# EXERCISE DIRECTIONS
Starting at the line with "lastSlope: number;" and going on through the line with "const prepared = new", reproduce each line in the records below exactly and nothing more.

GIVEN INFORMATION below:

import { describe, expect, it } from 'vitest'
import { findGaugePulses } from '../../../../src-main/engine/answers/findGaugePulses'

const dt = 2e-6
function makeTrace(right: number[], left: number[]) {
  const [rightgoing, leftgoing] = [Float64Array.from(right), Float64Array.from(left)]
  const force = rightgoing.map((f, n) => f + leftgoing[n])
  return { x: 0, area: 1, impedance: 1, modulus: 1, force, velocity: force, rightgoing, leftgoing }
}

describe('pulses that pass a gauge', () => {
  it('finds a rectangular pulse exactly, first step above to first step below', () => {
    const trace = makeTrace([0, 0, -5, -5, -5, 0, 0], [0, 0, 0, 0, 0, 0, 0])
    expect(findGaugePulses(trace, dt)).toEqual([
      { direction: 'right', from: 2 * dt, to: 5 * dt, peakForce: -5, clear: true },
    ])
  })

  it('keeps the directions apart and says where they overlap', () => {
    const trace = makeTrace([0, 4, 4, 4, 0, 0, 0, 0], [0, 0, 0, -8, -8, 0, 3, 3])
    expect(findGaugePulses(trace, dt)).toEqual([
      { direction: 'right', from: dt, to: 4 * dt, peakForce: 4, clear: false },
      { direction: 'left', from: 3 * dt, to: 5 * dt, peakForce: -8, clear: false },
      { direction: 'left', from: 6 * dt, to: 7 * dt, peakForce: 3, clear: true },
    ])
  })

  it('splits where the sign changes and leaves out what is at or under 1 %', () => {
    const trace = makeTrace([1, 100, 60, -50, -70, 1, -1], [1, 1, 1, 1, 1, 1, 1])
    expect(findGaugePulses(trace, dt)).toEqual([
      { direction: 'right', from: dt, to: 3 * dt, peakForce: 100, clear: true },
      { direction: 'right', from: 3 * dt, to: 5 * dt, peakForce: -70, clear: true },
    ])
  })

  it('finds none where nothing passes', () => {
    expect(findGaugePulses(makeTrace([0, 0], [0, -0]), dt)).toEqual([])
  })
})
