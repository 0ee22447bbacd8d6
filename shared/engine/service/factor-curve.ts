import { EngineError } from '../errors';
import { monotoneCubic } from './monotone-cubic';
import type { CurvePoints } from './part-behaviour';

/** A part's curve ready for look-up, and where its points begin and end. */
export interface FactorCurve {
  at: (x: number) => number;
  first: readonly [number, number];
  last: readonly [number, number];
  /** Rise from the last point but one to the last, per unit of x. */
  lastSlope: number;
}

/** Prepared curves by their points, which nobody changes: every corner of a rail asks for the same ones. */
const prepared = new WeakMap<CurvePoints, FactorCurve>();

/** Prepares a curve of capacitance factors; throws EngineError naming `field[i]` for what no curve can be or a factor of zero or less. */
export function factorCurve(points: CurvePoints, field: string): FactorCurve {
  const known = prepared.get(points);
  if (known) return known;
  const at = monotoneCubic(points, field);
  points.forEach(([, factor], i) => {
    if (!(factor > 0)) throw new EngineError(`${field}[${i}]`, 'the factor must be above zero');
  });
  const last = points[points.length - 1];
  const before = points[points.length - 2];
  const curve = { at, first: points[0], last, lastSlope: (last[1] - before[1]) / (last[0] - before[0]) };
  prepared.set(points, curve);
  return curve;
}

End of GIVEN INFORMATION.

# RESPONSE
  lastSlope: number;
}

/** Prepared curves by their points, which nobody changes: every corner of a rail asks for the same ones. */
const prepared = new WeakMap<CurvePoints, FactorCurve>();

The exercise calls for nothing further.